WORK INSTRUCTIONS → Word for word, restate the lines from the start of the data down to the line with "it('listens on loopback", both included.

Collected data entries:
________________

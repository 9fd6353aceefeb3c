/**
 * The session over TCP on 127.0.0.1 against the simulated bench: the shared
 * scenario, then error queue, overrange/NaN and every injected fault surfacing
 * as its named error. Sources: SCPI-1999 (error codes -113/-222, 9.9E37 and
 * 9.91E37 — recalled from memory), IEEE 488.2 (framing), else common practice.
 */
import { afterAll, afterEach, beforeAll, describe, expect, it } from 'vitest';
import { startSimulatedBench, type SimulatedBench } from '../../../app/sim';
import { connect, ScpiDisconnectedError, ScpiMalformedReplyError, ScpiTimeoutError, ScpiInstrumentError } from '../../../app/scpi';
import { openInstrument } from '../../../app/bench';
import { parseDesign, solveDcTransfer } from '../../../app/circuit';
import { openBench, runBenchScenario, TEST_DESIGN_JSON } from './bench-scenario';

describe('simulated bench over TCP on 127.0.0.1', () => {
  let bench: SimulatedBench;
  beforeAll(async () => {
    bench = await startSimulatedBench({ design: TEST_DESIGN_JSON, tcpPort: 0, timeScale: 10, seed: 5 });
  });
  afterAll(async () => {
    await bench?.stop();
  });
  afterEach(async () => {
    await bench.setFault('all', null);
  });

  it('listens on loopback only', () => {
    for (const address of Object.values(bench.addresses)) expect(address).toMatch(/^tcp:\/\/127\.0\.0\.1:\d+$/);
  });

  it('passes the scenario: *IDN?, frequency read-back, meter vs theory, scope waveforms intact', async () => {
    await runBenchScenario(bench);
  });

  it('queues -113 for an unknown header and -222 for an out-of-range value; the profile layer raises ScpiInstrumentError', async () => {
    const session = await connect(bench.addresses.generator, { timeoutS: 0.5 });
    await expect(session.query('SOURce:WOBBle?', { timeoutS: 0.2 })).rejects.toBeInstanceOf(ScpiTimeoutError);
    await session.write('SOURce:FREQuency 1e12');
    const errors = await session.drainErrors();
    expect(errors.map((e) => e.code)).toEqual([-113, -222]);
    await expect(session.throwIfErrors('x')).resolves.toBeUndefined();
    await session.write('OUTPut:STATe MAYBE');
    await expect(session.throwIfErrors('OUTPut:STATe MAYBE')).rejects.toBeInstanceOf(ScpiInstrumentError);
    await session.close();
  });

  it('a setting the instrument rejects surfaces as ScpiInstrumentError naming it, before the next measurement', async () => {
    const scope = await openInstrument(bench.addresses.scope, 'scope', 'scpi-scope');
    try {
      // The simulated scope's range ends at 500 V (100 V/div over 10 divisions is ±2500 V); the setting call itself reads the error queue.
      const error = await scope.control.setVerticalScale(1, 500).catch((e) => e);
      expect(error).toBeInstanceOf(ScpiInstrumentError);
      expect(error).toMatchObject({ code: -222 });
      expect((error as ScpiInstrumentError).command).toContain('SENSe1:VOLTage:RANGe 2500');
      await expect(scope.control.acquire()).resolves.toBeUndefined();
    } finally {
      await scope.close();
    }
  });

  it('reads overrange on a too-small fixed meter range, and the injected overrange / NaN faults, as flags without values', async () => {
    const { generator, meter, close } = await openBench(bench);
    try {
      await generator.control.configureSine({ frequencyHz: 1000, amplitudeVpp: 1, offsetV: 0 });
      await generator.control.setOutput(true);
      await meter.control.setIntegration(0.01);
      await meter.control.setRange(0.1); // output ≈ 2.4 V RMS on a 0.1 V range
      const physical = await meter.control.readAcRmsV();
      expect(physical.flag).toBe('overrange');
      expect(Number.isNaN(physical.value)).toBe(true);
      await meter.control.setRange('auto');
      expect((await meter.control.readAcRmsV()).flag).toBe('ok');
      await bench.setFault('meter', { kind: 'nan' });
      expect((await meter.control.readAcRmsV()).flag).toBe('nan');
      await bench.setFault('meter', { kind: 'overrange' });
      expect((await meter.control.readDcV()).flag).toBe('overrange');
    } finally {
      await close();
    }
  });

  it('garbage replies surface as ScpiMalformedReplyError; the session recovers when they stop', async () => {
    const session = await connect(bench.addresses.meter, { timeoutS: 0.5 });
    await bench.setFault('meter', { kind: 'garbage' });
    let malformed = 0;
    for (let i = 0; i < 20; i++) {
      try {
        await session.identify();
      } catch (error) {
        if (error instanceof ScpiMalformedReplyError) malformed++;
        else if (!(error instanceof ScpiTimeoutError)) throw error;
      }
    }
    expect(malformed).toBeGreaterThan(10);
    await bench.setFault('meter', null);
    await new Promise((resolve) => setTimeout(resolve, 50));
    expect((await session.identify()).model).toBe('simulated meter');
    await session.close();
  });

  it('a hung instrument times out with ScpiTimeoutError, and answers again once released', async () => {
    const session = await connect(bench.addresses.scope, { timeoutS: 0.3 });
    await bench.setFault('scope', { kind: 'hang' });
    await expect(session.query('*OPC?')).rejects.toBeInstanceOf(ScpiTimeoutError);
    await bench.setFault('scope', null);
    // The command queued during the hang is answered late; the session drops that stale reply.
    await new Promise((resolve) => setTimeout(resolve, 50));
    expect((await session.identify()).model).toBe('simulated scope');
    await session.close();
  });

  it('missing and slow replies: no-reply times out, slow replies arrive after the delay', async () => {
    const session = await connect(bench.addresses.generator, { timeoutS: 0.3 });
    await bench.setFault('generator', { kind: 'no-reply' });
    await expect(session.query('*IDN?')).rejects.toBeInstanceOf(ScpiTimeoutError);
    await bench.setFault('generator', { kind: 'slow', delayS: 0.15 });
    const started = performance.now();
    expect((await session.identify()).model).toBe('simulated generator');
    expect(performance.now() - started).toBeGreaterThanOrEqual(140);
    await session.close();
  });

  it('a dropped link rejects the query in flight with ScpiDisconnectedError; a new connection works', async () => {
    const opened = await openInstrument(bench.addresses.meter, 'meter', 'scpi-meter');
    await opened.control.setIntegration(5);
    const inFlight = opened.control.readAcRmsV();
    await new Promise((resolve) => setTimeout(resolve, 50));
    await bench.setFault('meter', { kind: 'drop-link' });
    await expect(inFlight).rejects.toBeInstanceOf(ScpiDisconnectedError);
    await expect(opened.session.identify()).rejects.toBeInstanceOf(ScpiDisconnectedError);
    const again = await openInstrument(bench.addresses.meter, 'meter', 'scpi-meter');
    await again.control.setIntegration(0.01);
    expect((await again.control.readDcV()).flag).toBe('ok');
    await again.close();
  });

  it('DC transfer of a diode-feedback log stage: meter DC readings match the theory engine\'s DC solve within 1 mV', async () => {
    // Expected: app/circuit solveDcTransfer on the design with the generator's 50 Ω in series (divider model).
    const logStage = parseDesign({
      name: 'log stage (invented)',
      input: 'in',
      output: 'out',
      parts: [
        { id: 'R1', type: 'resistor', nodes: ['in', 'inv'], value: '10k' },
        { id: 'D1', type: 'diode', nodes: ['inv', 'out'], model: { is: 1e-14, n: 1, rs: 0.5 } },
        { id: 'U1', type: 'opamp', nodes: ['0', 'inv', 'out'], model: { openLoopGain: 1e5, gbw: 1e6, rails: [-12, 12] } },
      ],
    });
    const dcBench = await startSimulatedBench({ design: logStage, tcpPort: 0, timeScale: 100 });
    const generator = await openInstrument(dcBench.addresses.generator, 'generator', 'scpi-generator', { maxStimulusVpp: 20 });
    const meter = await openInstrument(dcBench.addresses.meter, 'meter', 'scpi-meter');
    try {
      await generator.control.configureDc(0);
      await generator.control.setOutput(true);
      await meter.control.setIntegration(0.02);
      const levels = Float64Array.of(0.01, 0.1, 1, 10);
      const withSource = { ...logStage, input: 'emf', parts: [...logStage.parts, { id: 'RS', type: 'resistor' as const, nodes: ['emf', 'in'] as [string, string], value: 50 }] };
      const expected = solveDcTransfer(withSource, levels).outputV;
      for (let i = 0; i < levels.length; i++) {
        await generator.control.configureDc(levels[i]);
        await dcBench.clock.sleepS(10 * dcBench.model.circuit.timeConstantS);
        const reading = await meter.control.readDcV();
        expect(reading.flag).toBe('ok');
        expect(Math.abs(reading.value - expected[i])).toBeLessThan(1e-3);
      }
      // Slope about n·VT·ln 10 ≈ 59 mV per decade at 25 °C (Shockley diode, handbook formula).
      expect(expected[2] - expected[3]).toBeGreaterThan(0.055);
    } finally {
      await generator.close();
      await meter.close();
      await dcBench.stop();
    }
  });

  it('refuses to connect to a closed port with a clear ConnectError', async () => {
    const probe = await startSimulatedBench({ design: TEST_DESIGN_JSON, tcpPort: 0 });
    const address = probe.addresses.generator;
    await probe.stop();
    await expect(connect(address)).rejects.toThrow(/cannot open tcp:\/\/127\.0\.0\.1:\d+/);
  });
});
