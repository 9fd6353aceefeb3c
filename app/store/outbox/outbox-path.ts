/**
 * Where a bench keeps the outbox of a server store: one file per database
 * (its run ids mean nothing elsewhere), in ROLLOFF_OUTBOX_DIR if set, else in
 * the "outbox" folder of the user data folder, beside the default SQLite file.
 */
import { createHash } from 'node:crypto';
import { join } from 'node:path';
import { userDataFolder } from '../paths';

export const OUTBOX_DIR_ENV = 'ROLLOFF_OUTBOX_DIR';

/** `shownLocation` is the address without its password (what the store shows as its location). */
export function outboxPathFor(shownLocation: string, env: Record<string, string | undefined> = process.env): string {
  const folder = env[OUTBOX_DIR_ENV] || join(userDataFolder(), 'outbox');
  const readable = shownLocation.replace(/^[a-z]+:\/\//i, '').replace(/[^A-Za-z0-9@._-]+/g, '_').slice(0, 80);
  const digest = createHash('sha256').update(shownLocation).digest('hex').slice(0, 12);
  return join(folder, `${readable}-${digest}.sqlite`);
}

________________

OUTPUT FOR THIS EXERCISE →
repository 9fd6353aceefeb3c
/**
 * The session over TCP on 127.0.0.1 against the simulated bench: the shared
 * scenario, then error queue, overrange/NaN and every injected fault surfacing
 * as its named error. Sources: SCPI-1999 (error codes -113/-222, 9.9E37 and
 * 9.91E37 — recalled from memory), IEEE 488.2 (framing), else common practice.
 */
import { afterAll, afterEach, beforeAll, describe, expect, it } from 'vitest';
import { startSimulatedBench, type SimulatedBench } from '../../../app/sim';
import { connect, ScpiDisconnectedError, ScpiMalformedReplyError, ScpiTimeoutError, ScpiInstrumentError } from '../../../app/scpi';
import { openInstrument } from '../../../app/bench';
import { parseDesign, solveDcTransfer } from '../../../app/circuit';
import { openBench, runBenchScenario, TEST_DESIGN_JSON } from './bench-scenario';

describe('simulated bench over TCP on 127.0.0.1', () => {
  let bench: SimulatedBench;
  beforeAll(async () => {
    bench = await startSimulatedBench({ design: TEST_DESIGN_JSON, tcpPort: 0, timeScale: 10, seed: 5 });
  });
  afterAll(async () => {
    await bench?.stop();
  });
  afterEach(async () => {
    await bench.setFault('all', null);
  });

  it('listens on loopback only', () => {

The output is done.